About the Role:
We are looking for a highly skilled and motivated Senior Data Engineer to join our dynamic team. In this role, you will design, develop, and maintain scalable, reliable data pipelines and solutions on the AWS cloud platform. Your expertise in big data technologies and cloud data services will be instrumental in enabling data-driven decision-making across the organization. The ideal candidate should demonstrate strong leadership, a deep passion for data, and a consistent track record of delivering robust data engineering solutions.
Key Responsibilities:
- Design, build, and maintain scalable ETL/ELT data pipelines using PySpark, SQL, and AWS Glue.
- Optimize data models, implement effective partitioning strategies, and perform performance tuning on large datasets.
- Manage and deploy data solutions on AWS services including Glue, EMR, S3, Lambda, Redshift, and Athena.
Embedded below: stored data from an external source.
/**
 * Analytic steady-state response of the modelled exciter (model.ts) to an ideal I/Q tone.
 *
 * The four-phase commutating mixer. Phase p (p = 0…3 for 0°, 90°, 180°, 270°) carries
 * `v_p = Re{z·e^{−jpπ/2}}` ideally (I, Q, −I, −Q for z = I + jQ) and is connected to the output while
 * the LO phase is within ±45° of `−p·90° − δ_p` (δ_p its switching-instant error). Each switch
 * function is a 25%-duty pulse train with Fourier series
 *   `s(φ) = 1/4 + Σ_{n≥1} c_n·cos(nφ)`, `c_n = (2/(nπ))·sin(nπ/4)`,
 * so the output `y = Σ_p v_p·s(ω_LO·t + pπ/2 + δ_p)` has, around the n-th LO harmonic, the complex
 * baseband (relative to n·f_LO, normalised by the ideal fundamental 2·c_1)
 *   `z_n = (c_n/c_1)·Σ_p v_p·j^{np}·e^{jnδ_p} / 2`.
 * Fundamental (n = 1): `z_1 = [(v0 − v180) + j(v90 − v270)]/2` for δ = 0 — I_eff ∝ v0 − v180,
 * Q_eff ∝ v90 − v270 with their own gains, so `I·cos ω_LO t − Q·sin ω_LO t` gives the upper sideband
 * (DESIGN.md §2). The carrier is the differential DC `(d0 − d180)/2 + j(d90 − d270)/2`; the image
 * comes from unequal I_eff and Q_eff gains and phases.
 * Harmonics: c_2 = 1/π but j^{2p} = (−1)^p makes z_2 = [(v0 + v180) − (v90 + v270)]/2 — only
 * mismatch and offsets leak there; c_3/c_1 = 1/3 (−9.54 dB) with j^{3p} = (−j)^p: the 3rd-harmonic
 * response carries the **opposite** sideband (z_3 ∝ I − jQ); c_4 = 0; c_5/c_1 = −1/5 (−13.98 dB)
 * with j^{5p} = j^p: the 5th carries the **same** sideband; the 7th (−1/7) the opposite again.
 *
 * Writing `v_p = ±g_p·x̃_ch + d_p/V_FS`, the output is widely linear in the two analog channels:
 *   `z_n = α_n·x̃_I + β_n·x̃_Q + κ_n`, with `α_n = Σ_{p∈{0,2}} ±g_p·w_p`, `β_n = Σ_{p∈{1,3}} ±g_p·w_p`,
 *   `κ_n = Σ_p (d_p/V_FS)·w_p`, `w_p = (c_n/c_1)·j^{np}·e^{jnδ_p}/2`.
 * Each analog channel is `x̃ = G·HP(f)·LP(f)·e^{−j2πfτ}·x` (codec gain, first-order coupling
 * high-pass `jf/(jf + f_hp)`, first-order low-pass `1/(1 + jf/f_lp)`, skew τ on Q only).
 * References: switching-mixer Fourier analysis as in B. Razavi, RF Microelectronics, 2nd ed., §6
 * (passive mixers), from memory; image rejection K. Schmidt, QEX Aug 1994 §2 (docs/REFERENCES.md §1).
 */
import { type Complex, cabs, cadd, cexpj, cmul } from '../core/complex.js';
import { OrthotoneError } from '../core/errors.js';
import type { Trims } from '../core/trims.js';
import { validateTrims } from '../core/trims.js';
import { requireFinite } from '../core/validate.js';
import type { ExciterModel } from './model.js';

/** Coefficients of the widely-linear mixer output at one LO harmonic. */
export interface MixerCoefficients {
  /** Harmonic of the LO (1, 2, 3, …). */
  harmonic: number;
  alpha: Complex;
  beta: Complex;
  /** Output DC (carrier) from the phase offsets, full-scale units. */
  kappa: Complex;
}

/**
 * Relative amplitude of a four-phase commutating mixer's response at LO harmonic `n`:
 * `c_n/c_1 = sin(nπ/4) / (n·sin(π/4))`, exact zero for multiples of 4 (dimensionless, signed).
 * Fourier series of a 25 %-duty pulse train (see the file header; common practice, no source).
 * @throws never
 */
export function mixerHarmonicRatio(n: number): number {
  if (n % 4 === 0) return 0;
  return Math.sin((n * Math.PI) / 4) / (n * Math.sin(Math.PI / 4));
}

/** j^k for integer k. */
function jPow(k: number): Complex {
  const m = ((k % 4) + 4) % 4;
  return [
    { re: 1, im: 0 },
    { re: 0, im: 1 },
    { re: -1, im: 0 },
    { re: 0, im: -1 },
  ][m]!;
}

/**
 * Mixer coefficients α, β, κ of a model at LO harmonic `n` (see the file header).
 * @throws {OrthotoneError} INVALID_ARGUMENT for a harmonic outside 1…15.
 */
export function mixerCoefficients(model: ExciterModel, n = 1): MixerCoefficients {
  if (!Number.isInteger(n) || n < 1 || n > 15) {
    throw new OrthotoneError('INVALID_ARGUMENT', `LO harmonic ${n} must be a whole number from 1 to 15`, n);
  }
  const r = mixerHarmonicRatio(n);
  const w = [0, 1, 2, 3].map((p) => {
    const e = cexpj((n * model.loPhaseErrorDeg[p]! * Math.PI) / 180);
    const c = cmul(jPow(n * p), e);
    return { re: (r * c.re) / 2, im: (r * c.im) / 2 };
  });
  const sc = (c: Complex, s: number): Complex => ({ re: c.re * s, im: c.im * s });
  const g = model.phaseGain;
  const alpha = cadd(sc(w[0]!, g[0]), sc(w[2]!, -g[2]));
  const beta = cadd(sc(w[1]!, g[1]), sc(w[3]!, -g[3]));
  let kappa: Complex = { re: 0, im: 0 };
  for (let p = 0; p < 4; p++)
    kappa = cadd(kappa, sc(w[p]!, model.phaseOffsetVolts[p]! / model.fullScaleVolts));
  return { harmonic: n, alpha, beta, kappa };
}

/**
 * Complex response of one analog channel (0 = I, 1 = Q) at frequency `hz` (signed): codec gain,
 * first-order coupling high-pass, first-order anti-imaging low-pass, and for Q the skew delay.
 * @param hz signed frequency in Hz.
 * @returns complex gain (dimensionless; codec gain included).
 * @throws never (the model is not re-validated here).
 */
export function channelResponse(model: ExciterModel, channel: 0 | 1, hz: number): Complex {
  let h: Complex = { re: model.codecGain[channel], im: 0 };
  const fh = model.couplingHighPassHz[channel];
  if (fh > 0) {
    // jf/(jf + fh) = (f² + j·f·fh)/(f² + fh²)
    const d = hz * hz + fh * fh;
    h = cmul(h, { re: (hz * hz) / d, im: (hz * fh) / d });
  }
  const fl = model.antiImagingLowPassHz[channel];
  if (Number.isFinite(fl)) {
    // 1/(1 + jf/fl) = (1 − j·x)/(1 + x²), x = f/fl
    const x = hz / fl;
    h = cmul(h, { re: 1 / (1 + x * x), im: -x / (1 + x * x) });
  }
  if (channel === 1 && model.skewSeconds !== 0) h = cmul(h, cexpj(-2 * Math.PI * hz * model.skewSeconds));
  return h;
}

/** Complex amplitudes (full-scale units) of what the receiver sees for one tone. */
export interface ToneResponse {
  /** At +toneHz relative to the LO harmonic (the wanted component at the fundamental). */
  wanted: Complex;
  /** At −toneHz (the unwanted component at the fundamental). */
  unwanted: Complex;
  /** At 0 Hz (carrier leak). */
  carrier: Complex;
}

/**
 * Steady-state complex amplitudes for an ideal I/Q tone `I = a·cos 2πft`, `Q = a·sin 2πft`
 * (negative `toneHz` = lower sideband) with trims applied digitally in the order of DESIGN.md §4
 * (gain/phase on Q, then skew of Q by `skewSamples` at `sampleRate`, then DC).
 * @throws {OrthotoneError} INVALID_ARGUMENT for non-finite inputs or trims out of range.
 * Reference: see the file header.
 */
export function toneResponse(
  model: ExciterModel,
  toneHz: number,
  trims: Partial<Trims>,
  toneAmplitude: number,
  sampleRate: number,
  harmonic = 1,
): ToneResponse {
  requireFinite('toneHz', toneHz, 'give it in Hz');
  requireFinite('toneAmplitude', toneAmplitude);
  validateTrims(trims);
  const { alpha, beta, kappa } = mixerCoefficients(model, harmonic);
  const a = toneAmplitude;
  const gain = 10 ** ((trims.gainDb ?? 0) / 20);
  const phi = ((trims.phaseDeg ?? 0) * Math.PI) / 180;
  // Phasors of the real signals at +f: I = Re{a·e^{jωt}}, Q = Re{−j·a·e^{jωt}}.
  const xi: Complex = { re: a, im: 0 };
  const xqRaw: Complex = { re: 0, im: -a };
  let xq: Complex = {
    re: gain * (xqRaw.re * Math.cos(phi) + xi.re * Math.sin(phi)),
    im: gain * (xqRaw.im * Math.cos(phi) + xi.im * Math.sin(phi)),
  };
  const skew = trims.skewSamples ?? 0;
  if (skew !== 0) xq = cmul(xq, cexpj((-2 * Math.PI * toneHz * skew) / sampleRate));
  const ti = cmul(channelResponse(model, 0, toneHz), xi);
  const tq = cmul(channelResponse(model, 1, toneHz), xq);
  const conj = (c: Complex): Complex => ({ re: c.re, im: -c.im });
  const half = (c: Complex): Complex => ({ re: c.re / 2, im: c.im / 2 });
  const wanted = half(cadd(cmul(alpha, ti), cmul(beta, tq)));
  const unwanted = half(cadd(cmul(alpha, conj(ti)), cmul(beta, conj(tq))));
  const dcI = (trims.dcI ?? 0) * channelResponse(model, 0, 0).re;
  const dcQ = (trims.dcQ ?? 0) * channelResponse(model, 1, 0).re;
  const carrier = cadd(
    kappa,
    cadd({ re: alpha.re * dcI, im: alpha.im * dcI }, { re: beta.re * dcQ, im: beta.im * dcQ }),
  );
  return { wanted, unwanted, carrier };
}

/**
 * Levels of a tone response: wanted in dBFS (AES17), unwanted and carrier in dBc (floored at −300 dB).
 * @throws never
 */
export function responseLevels(r: ToneResponse): {
  wantedDbfs: number;
  unwantedDbc: number;
  carrierDbc: number;
} {
  const w = cabs(r.wanted);
  const db = (x: number): number => Math.max(-300, 20 * Math.log10(x));
  return { wantedDbfs: db(w), unwantedDbc: db(cabs(r.unwanted) / w), carrierDbc: db(cabs(r.carrier) / w) };
}

/**
 * Predicted opposite-sideband and carrier suppression of a device with zero trims, for a full-scale
 * tone on the upper sideband at each frequency.
 * @param model the device.
 * @param frequenciesHz tone frequencies, Hz (> 0).
 * @returns positive dB figures (DESIGN.md §2).
 * @throws {OrthotoneError} INVALID_ARGUMENT for a non-finite frequency.
 * Reference: see the file header; docs/REFERENCES.md §1 for the image-rejection and carrier formulas.
 */
export function predictedSuppression(
  model: ExciterModel,
  frequenciesHz: number[],
): { frequencyHz: number; sidebandDb: number; carrierDb: number }[] {
  return frequenciesHz.map((f) => {
    // The sample rate only scales a skew trim, and trims are zero here.
    const l = responseLevels(toneResponse(model, f, {}, 1, 48000));
    return { frequencyHz: f, sidebandDb: -l.unwantedDbc, carrierDb: -l.carrierDbc };
  });
}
- Use Terraform, CloudFormation, or CDK for infrastructure-as-code development and management.
- Apply distributed computing concepts using Apache Spark (PySpark) and Hadoop to process and analyze big data.
- Develop CI/CD pipelines to support automated and efficient data engineering workflows.
- Ensure data security, governance, and compliance by implementing IAM, KMS, and Lake Formation.
- Work with additional data platforms such as Snowflake, Databricks, or Apache Airflow.
- Implement real-time data streaming solutions using Kinesis, Kafka, or Flink.
- Write clean, maintainable code in Python, SQL, and Shell Scripting.
- Collaborate closely with business stakeholders to gather requirements and deliver impactful data solutions.
- Provide technical leadership and mentorship to junior engineers, promoting best practices and continuous improvement.